For companies outsourcing services – anywhere around the globe – selecting the best contract manufacturer or research firm is critical. And as the product heads towards commercialization, regulatory affairs become a priority in that selection process.
Here are a couple of things you should consider about the roles you and your CMO/CRO will play in the quality process:
- Understand the Quality Audit
It is critical that companies – even those that outsource entirely – have a solid understanding of the regulatory process. Knowing what to expect helps you evaluate the capabilities of your partner.
Outsourcing pharma and biotech companies need to pay attention to a number of key problem-areas, including:
- Inadequate information on product development, processes, or analytical methods
- Poorly-executed technology transfer
- Failure to address Out-Of-Specifications (OOS)
- Process and cleaning validation issues
- Deviation from Quality systems or GMPs.
Top CROs, CMOs and API suppliers will have a keen understanding not just of FDA Quality audits, but of regulatory systems worldwide, and how they integrate & work with one another.
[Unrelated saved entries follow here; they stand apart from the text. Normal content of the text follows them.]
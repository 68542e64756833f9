//! Exact raw spelling of a supplier cell -> supplier id, looked up once per row.
//!
//! Open addressing with linear probing in a power-of-two table kept at most half full; each
//! slot holds the spelling's 64-bit hash, its id and where its bytes are in one arena, so a
//! lookup is one hash of the cell, usually one slot, and one byte comparison (no allocation
//! per row, one per new spelling at most). The hash is the multiply-rotate "FxHash" used by
//! rustc, eight bytes at a time (not DoS-resistant; fine for one user's own file).

const K: u64 = 0x51_7c_c1_b7_27_22_0a_95;

#[inline(always)]
pub fn hash(b: &[u8]) -> u64 {
    let mut h = (b.len() as u64).wrapping_mul(K);
    let mut c = b.chunks_exact(8);
    for w in &mut c {
        h = (h.rotate_left(5) ^ u64::from_le_bytes(w.try_into().unwrap())).wrapping_mul(K);
    }
    let r = c.remainder();
    if !r.is_empty() {
        let mut t = [0u8; 8];
        t[..r.len()].copy_from_slice(r);
        h = (h.rotate_left(5) ^ u64::from_le_bytes(t)).wrapping_mul(K);
    }
    h
}

/// Byte equality of two slices of the same length, eight bytes at a time, inlined (the
/// cells are short; a library call per row costs more than the comparison).
#[inline(always)]
fn same(a: &[u8], b: &[u8]) -> bool {
    debug_assert_eq!(a.len(), b.len());
    let mut ca = a.chunks_exact(8);
    let mut cb = b.chunks_exact(8);
    for (x, y) in (&mut ca).zip(&mut cb) {
        if u64::from_le_bytes(x.try_into().unwrap()) != u64::from_le_bytes(y.try_into().unwrap()) {
            return false;
        }
    }
    ca.remainder() == cb.remainder()
}

#[derive(Clone, Copy, Default)]
struct Slot {
    hash: u64,
    /// Start of the spelling in the arena; `u32::MAX` for an empty slot.
    start: u32,
    len: u32,
    id: u32,
}

const EMPTY: Slot = Slot { hash: 0, start: u32::MAX, len: 0, id: 0 };

pub struct Interner {
    slots: Vec<Slot>,
    arena: Vec<u8>,
    count: usize,
}

impl Default for Interner {
    fn default() -> Self {
        Interner { slots: vec![EMPTY; 1024], arena: Vec::new(), count: 0 }
    }
}

impl Interner {
    /// The id stored for exactly these bytes, if any.
    #[inline]
    pub fn get(&self, name: &[u8]) -> Option<u32> {
        let h = hash(name);
        let mask = self.slots.len() - 1;
        let mut i = (h >> 20) as usize & mask;
        loop {
            let s = &self.slots[i];
            if s.start == u32::MAX {
                return None;
            }
            if s.hash == h && s.len as usize == name.len() {
                let st = s.start as usize;
                if same(&self.arena[st..st + name.len()], name) {
                    return Some(s.id);
                }
            }
            i = (i + 1) & mask;
        }
    }

    /// Store `id` for `name` (which must not be stored yet).
    pub fn insert(&mut self, name: &[u8], id: u32) {
        if (self.count + 1) * 2 > self.slots.len() {
            let n = self.slots.len() * 2;
            let old = std::mem::replace(&mut self.slots, vec![EMPTY; n]);
            for s in old.into_iter().filter(|s| s.start != u32::MAX) {
                self.place(s);
            }
        }
        let start = u32::try_from(self.arena.len()).expect("supplier spellings over 4 GiB");
        self.arena.extend_from_slice(name);
        self.place(Slot { hash: hash(name), start, len: name.len() as u32, id });
        self.count += 1;
    }

    fn place(&mut self, s: Slot) {
        let mask = self.slots.len() - 1;
        let mut i = (s.hash >> 20) as usize & mask;
        while self.slots[i].start != u32::MAX {
            i = (i + 1) & mask;
        }
        self.slots[i] = s;
    }
}

#[cfg(test)]
mod tests {
    use super::*;

    /// Against std's HashMap as the reference: every spelling (lengths 0..40, bytes that differ
    /// only in the last position or only in the tail word) maps to the id it was given, and
    /// spellings never inserted are not found, across several table growths.
    #[test]
    fn agrees_with_std_hashmap() {
        let mut reference = std::collections::HashMap::new();
        let mut it = Interner::default();
        let mut next = 0u32;
        for len in 0..40usize {
            for last in [b'a', b'b', 0xC3, b' '] {
                for stem in 0..60u32 {
                    let mut v: Vec<u8> = format!("Supplier {stem:03} Ltd").bytes().cycle().take(len).collect();
                    if let Some(b) = v.last_mut() {
                        *b = last;
                    }
                    if reference.contains_key(&v) {
                        continue;
                    }
                    assert_eq!(it.get(&v), None, "{v:?}");
                    it.insert(&v, next);
                    reference.insert(v, next);
                    next += 1;
                }
            }
        }
        assert!(it.slots.len() > 1024);
        for (k, &id) in &reference {
            assert_eq!(it.get(k), Some(id), "{k:?}");
            let mut longer = k.clone();
            longer.push(b'x');
            assert_eq!(it.get(&longer), reference.get(&longer).copied());
        }
    }
}
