/// (1 - s)·Benford + s·uniform on [a, b].
pub fn even_spread_mixture(a: f64, b: f64, share: f64) -> [f64; BINS] {
    mix_with_benford(&uniform_first_two(a, b), share)
}

/// (1 - share)·Benford + share·`u` over the 90 first-two bins.
fn mix_with_benford(u: &[f64; BINS], share: f64) -> [f64; BINS] {
    let p = benford::first_two();
    let s = share.clamp(0.0, 1.0);
    std::array::from_fn(|i| (1.0 - s) * p[i] + s * u[i])
}

/// Null-only result for one count vector.
#[derive(Clone, Debug, PartialEq, Serialize)]
pub struct NullCalibration {
    pub invoices: u64,
    pub stats: CountStats,
    /// Calibrated p-value of the MAD ("how unusual among honest suppliers of this size").
    pub mc_p_value: f64,
    /// MAD above which this supplier deviates at the chosen confidence (single test).
    pub mad_critical: f64,
    pub chi2_mc_p_value: f64,
    pub ks_mc_p_value: f64,
    pub maxz_mc_p_value: f64,
}

#[derive(Clone, Copy, Debug, PartialEq, Serialize)]
pub struct PowerPoint {
    pub invoices: u64,
    pub power: f64,
}

#[derive(Clone, Debug, PartialEq, Serialize)]
pub struct SupplierCalibration {
    pub invoices: u64,
    pub mad: f64,
    pub mc_p_value: f64,
    pub mad_critical: f64,
    pub chi2_mc_p_value: f64,
    pub ks_mc_p_value: f64,
    pub maxz_mc_p_value: f64,
    /// The p-value after the correction across the list (None for a single-supplier call).
    pub adjusted_p_value: Option<f64>,
    pub verdict: Verdict,
    /// Power at this n against 100 % evenly spread fabricated amounts (basis of `too_few`),
    /// estimated from `power_full_sims` samples (a sequential decision against the target
    /// power: fewer samples when the answer is clear early; see [`power`]).
    pub power_full_fabrication: f64,
    pub power_full_sims: u32,
    /// Smallest n at which the deviation model is detected with the chosen power; None when
    /// not reached by `max_invoices`.
    pub invoices_needed: Option<u64>,
    /// invoices_needed - invoices, 0 when already enough.
    pub more_invoices_needed: Option<u64>,
    pub power_curve: Vec<PowerPoint>,
    pub confidence: f64,
    pub seed: u64,
    pub sims: u32,
    pub deviation_model: DeviationModel,
    pub fabricated_share: f64,
}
Understand Your Contract Partner’s Approach to Regulatory
Quality should always matter to your CRO, CMO or supplier – beyond the scope of audits and inspections. A reliable CMO should be able to point to a proud history of regulatory success, coupled with commercial success (always a focus). Emphasizing quality shouldn’t be a catchphrase during inspections – quality should be the core emphasis of the organization you choose to commercialize your product.
Neuland has found the Three Steps to a Successful FDA Quality Audit are:
1. Implementing Quality Early in Product Development
At Neuland, we have a fully-equipped R&D facility that develops process and analytical methods. We also have an experienced team dedicated to technology transfer from R&D through manufacturing. And regardless of the manufacturing stage, all products are produced in-line with the Company’s quality system (per ICH Q-7) to maintain quality consistency at every stage of drug development and commercialization. It’s crucial that a contracting organization implements quality measures early in product development to reduce the likelihood of delays or regulatory difficulties at later stages.
2. Building Strong Client Communications
Pharma companies have very real concerns about the costs, timelines and infrastructure requirements of their products and candidates. A contract partner should perform risk assessments for each product and communicate clearly with clients to develop strategies to reduce quality-related risks.
3. Maintaining Quality as an Organization
As I mentioned earlier, quality doesn’t end when the inspection does. Any Out-Of-Specifications (OOS) should be fully investigated, and appropriate CAPA (Corrective Actions & Preventative Actions) must be developed and implemented. Process and cleaning validation needs to be performed on each product as per APIC guidelines, and support for regulatory or DMF queries should be provided.
How much emphasis does your company place on quality and regulatory excellence when selecting a contract research or manufacturing partner?